I was riding around on my bicycle and found a Bombardier jetski or seadoo manifold sitting on the curb with a free sign on it.  I wasn't sure it was cast aluminum, but the bung welds looked like aluminum TIG beads.  This looked like it would be very useful for aluminum casting, since it would be the correct alloy, and the price was right.  The only thing that I'm worried about is the brilliant purple coating.  The manifold had a thin layer of carbon black inside it, so it must be an exhaust manifold.  That means that the coating is probably something like Cerakote.  Is this safe to break up and melt in a furnace without gassing the whole neighborhood?


----------



## pontiac428 (Oct 12, 2022)

If it's a polyester based coating, it shouldn't be a health hazard, but I wouldn't burn off an acrylic based polymer coating because of methyl methacrylate as a by-product.  If it's a ceramic coating, it'll come out with your flux pretty easily due to the charge present in ceramic particles.


----------



## rwm (Oct 12, 2022)

I'm sure it's cast.
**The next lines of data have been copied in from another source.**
def test_braking_for_both_and_for_one():
    both = {"law": "rappaport-verbunt-joss-1983", "gamma": 2.0}
    values = read_config(pair(braking=both)).values["braking"]
    assert values["A"] == values["B"] and values["A"]["gamma"] == 2.0
    one = {"A": {"law": "andronov-2003"}}
    values = read_config(pair(braking=one)).values["braking"]
    assert values["A"]["law"] == "andronov-2003" and values["B"]["law"] == "off"
    values = read_config(pair(braking=both | one)).values["braking"]
    assert values["A"]["law"] == "andronov-2003" and "gamma" not in values["A"]
    assert values["B"]["law"] == "rappaport-verbunt-joss-1983"


def test_idle_braking_is_a_warning():
    config = read_config(pair(braking={"B": {"law": "andronov-2003"}}))
    [warning] = config.warnings
    assert "[braking.B] has no effect" in warning and "white-dwarf" in warning


def test_tides_name_their_law_by_standing_there():
    raw = pair(tides={"A": {"k_over_t": "auto"}})
    tides = read_config(raw).values["tides"]
    assert tides["A"] == {"law": "hut-1981", "k_over_t": 0.0, "spin": None}
    assert tides["B"]["law"] == "off"
    spinning = read_config(raw, set=["tides.A.spin=1e-4 rad/s", "tides.A.k_over_t=2"])
    assert spinning.values["tides"]["A"]["spin"] == pytest.approx(3155.76, rel=1e-14)  # s in a yr
    assert spinning.values["tides"]["A"]["k_over_t"] == 2.0
    with pytest.raises(ConfigError, match='k_over_t = "fast": .*or one of "auto"|"auto"'):
        read_config(pair(tides={"A": {"k_over_t": "fast"}}))


def test_keys_of_every_star_and_of_those_without_a_light_of_their_own():
    values = read_config(pair(B={"temperature": "15000 K", "gyration": 0.1})).values["B"]
    assert values["temperature"] == 15000.0 and values["gyration"] == 0.1
    assert read_config(PAIR).values["A"]["temperature"] is None
    with pytest.raises(ConfigError, match="A.temperature = 3000: belongs to .*white-dwarf.*, not to dwarf"):
        read_config(pair(A={"temperature": 3000}))
    with pytest.raises(ConfigError, match='B.radius = "lobe": belongs to'):
        read_config(pair(B={"radius": "lobe"}))


def test_a_radius_at_the_start_out_of_equilibrium():
    assert read_config(pair(A={"radius": "lobe"})).values["A"]["radius"] == "lobe"
    assert read_config(pair(A={"radius": "0.7 Rsun"})).values["A"]["radius"] == 0.7


def test_a_law_that_is_off_may_leave_its_keys_behind():
    values = read_config(pair(braking={"law": "off", "gamma": 3.0})).values
    assert "gamma" not in values["braking"]["A"]
    with pytest.raises(ConfigError, match="braking.gamma = 33.0: out of range"):
        read_config(pair(braking={"law": "off", "gamma": 33.0}))


def test_a_slow_wind_brings_its_own_speed():
    # 15 km/s for Reimers' wind, unless given
    speeds = [
        read_config(pair(wind={"A": {"law": law, **speed}})).values["wind"]["A"]["speed"]
        for law, speed in [
            ("reimers-1975", {}), ("reimers-1975", {"speed": "30 km/s"}), ("vink-2001", {}),
        ]
    ]  # fmt: skip
    kilometres = 31557600 / 695700  # km/s in solRad/yr
    assert speeds == pytest.approx([15 * kilometres, 30 * kilometres, 0.0], rel=1e-12)


# Keys set beside the config -----------------------------------------------------------


@pytest.mark.parametrize(
    ("text", "expected"),
    [
        ("A.mass=0.7 Msun", ("A.mass", "0.7 Msun")),
        ('A.mass="0.7 Msun"', ("A.mass", "0.7 Msun")),
        ("A.mass = 0.7", ("A.mass", 0.7)),
        ("orbit.contact=true", ("orbit.contact", True)),
        ("end.event=contact", ("end.event", "contact")),
        ("expulsion.from={ accretor = 0.5, ring = 0.5 }",
         ("expulsion.from", {"accretor": 0.5, "ring": 0.5})),
        ("note=a=b", ("note", "a=b")),
        ("A.mass=1\nB.mass=2", ("A.mass", "1\nB.mass=2")),
    ],
)  # fmt: skip
def test_settings_as_typed(text, expected):
    assert parse_setting(text) == expected


@pytest.mark.parametrize("text", ["A.mass", "=3", "A.mass="])
def test_wrong_settings(text):
    with pytest.raises(ConfigError, match="allowed: KEY=VALUE"):
        read_config(PAIR, set=[text])


def test_setting_keys_changes_values_and_text():
    path = CONFIGS[0].with_name("red_dwarf.toml")
    config = read_config(path, set=["A.mass=0.5 Msun", "end.A.mass_below=0.1 Msun"])
    assert config.values["A"]["mass"] == 0.5 and config.values["end"]["A"]["mass_below"] == 0.1
    assert tomllib.loads(config.text)["A"]["mass"] == "0.5 Msun"
    assert read_config_text(config.text).values == config.values
    assert read_config(read_config(path), set={"A.mass": "0.5 Msun"}).values["A"]["mass"] == 0.5
    assert read_config(path).values["A"]["mass"] == 0.6


def test_a_size_takes_the_place_of_another():
    config = read_config(PAIR, set=["orbit.period=6 h"])
    assert config.values["orbit"]["fill"] is None and "fill" not in config.raw["orbit"]
    assert any("orbit.fill is left out" in warning for warning in config.warnings)
    with pytest.raises(ConfigError, match="contradicts"):
        read_config(PAIR, set=["orbit.period=6 h", "orbit.separation=2 Rsun"])


def test_changing_a_config_leaves_the_first_alone():
    config = read_config(pair(braking={"law": "andronov-2003"}))
    raw, values = copy.deepcopy(config.raw), copy.deepcopy(config.values)
    config.with_values({"orbit.period": "6 h", "braking.law": "off", "end.A.mass_below": 0.1})
    assert config.raw == raw and config.values == values
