def test_tum_text_is_scalar_last_with_blanks_and_comments(tmp_path, turns):
    rows = "\n".join(
        f"{i * 0.05:.3f}  1 2 3 {q[1]:.17g} {q[2]:.17g} {q[3]:.17g} {q[0]:.17g}" for i, q in enumerate(turns)
    )
    (tmp_path / "run.txt").write_text("# timestamp tx ty tz qx qy qz qw\n" + rows + "\n")
    table = read_table(state("run.txt", format="tum", answers=WORLD, **BODY), tmp_path)
    assert np.max(quaternion_angle(table.quaternions, turns)) < 1e-14
    with pytest.raises(TableError) as caught:
        read_table(state("run.txt", format="tum"), tmp_path)
    assert len(caught.value.faults) == 4  # direction, between samples, world axes, moving axes


def test_tum_text_names_torn_lines(tmp_path):
    (tmp_path / "run.txt").write_text("0 1 2 3 0 0 0 1\n1 1 2 3 0 0 1\n2 1 2 3 0 0 zero 1\n")
    with pytest.raises(TableError) as caught:
        read_table(state("run.txt", format="tum", answers=WORLD, **BODY), tmp_path)
    assert "line 2: 7 cells where the header has 8" in str(caught.value)
    assert "line 3: 'zero' in column 'qz'" in str(caught.value)


def test_kitti_text_is_three_by_four_by_rows_and_its_clock_is_asked(tmp_path, turns):
    M = matrix_from_quaternion(turns)
    rows = np.concatenate([M, np.ones((len(M), 3, 1))], axis=-1).reshape(-1, 12)
    np.savetxt(tmp_path / "poses.txt", rows, fmt="%.9e")
    table = read_table(state("poses.txt", format="kitti", answers={**WORLD, "clock": "100 ms"}, **BODY), tmp_path)
    assert np.max(quaternion_angle(table.quaternions, turns)) < 1e-8
    np.testing.assert_allclose(table.times, 0.1 * np.arange(len(turns)), rtol=0, atol=1e-12)
    with pytest.raises(TableError, match="how many seconds lie between two rows"):
        read_table(state("poses.txt", format="kitti", answers=WORLD, **BODY), tmp_path)


# --- MAVLink -----------------------------------------------------------------------------------------------------


@pytest.fixture(scope="module")
def telemetry(turns):
    """A telemetry log packed by pymavlink: heartbeats, quaternions of system 1, angles of systems 1 and 2."""
    os.environ["MAVLINK20"] = "1"
    ardupilot = pytest.importorskip("pymavlink.dialects.v20.ardupilotmega")
    angles = Rotation.from_quat(np.roll(turns, -1, axis=1)).as_euler("ZYX")
    out = []
    senders = {system: ardupilot.MAVLink(None, srcSystem=system, srcComponent=1) for system in (1, 2)}

    def put(row, system, message):
        packed = message.pack(senders[system], force_mavlink1=row % 2 == 0)
        out.append(struct.pack(">Q", 1_700_000_000_000_000 + row * 20_000) + bytes(packed))

    for row, (q, (yaw, pitch, roll)) in enumerate(zip(turns, angles, strict=True)):
        put(row, 1, ardupilot.MAVLink_heartbeat_message(2, 3, 81, 0, 4, 3))
        put(row, 1, ardupilot.MAVLink_attitude_quaternion_message(row * 20, *q, 0.1, 0.2, 0.0))
        put(row, 1, ardupilot.MAVLink_attitude_message(row * 20, roll, pitch, yaw, 0, 0, 0))
        put(row, 2, ardupilot.MAVLink_attitude_message(row * 20, 0, 0, 0, 0, 0, 0))
    return b"".join(out)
I melt painted material all the time but it does add to impurities and gas. In this case, the coating would be hard to remove and I would melt it as is.


----------



## ericc (Oct 12, 2022)

Thanks for the replies.  Methyl methacrylate doesn't scare me.  I work with it all the time.  I'm more worried about persistent deposits that will contaminate my furnace.  The web advertisements for cerakote says that the aluminum will melt first.  I'm glad to hear from @pontiac428 that cerakote should agglomerate.


----------



## pontiac428 (Oct 12, 2022)

Cerakote is so thin that it can't possibly provide enough surface tension to remain intact in any sense in the crucible.  Ceramics are tight layers of mineral clays that by definition consist of atom-thick layers of highly charged mineral particles.  It will certainly break apart and float out with flux salts.  I've never done exactly that, but it's fairly simple ion affinity chemistry.  The polymer binding agent will just burn off.   The methyl methacrylate thing is just a warning to stay upwind, which is pretty obvious no matter what.  You could always band saw off a sample piece and torch it in a ladle or crucible, flux it, and see if anything funny happens.  I'm sure that's some high quality casting aluminum under there, it would be nice for you to be able to put it to use.


----------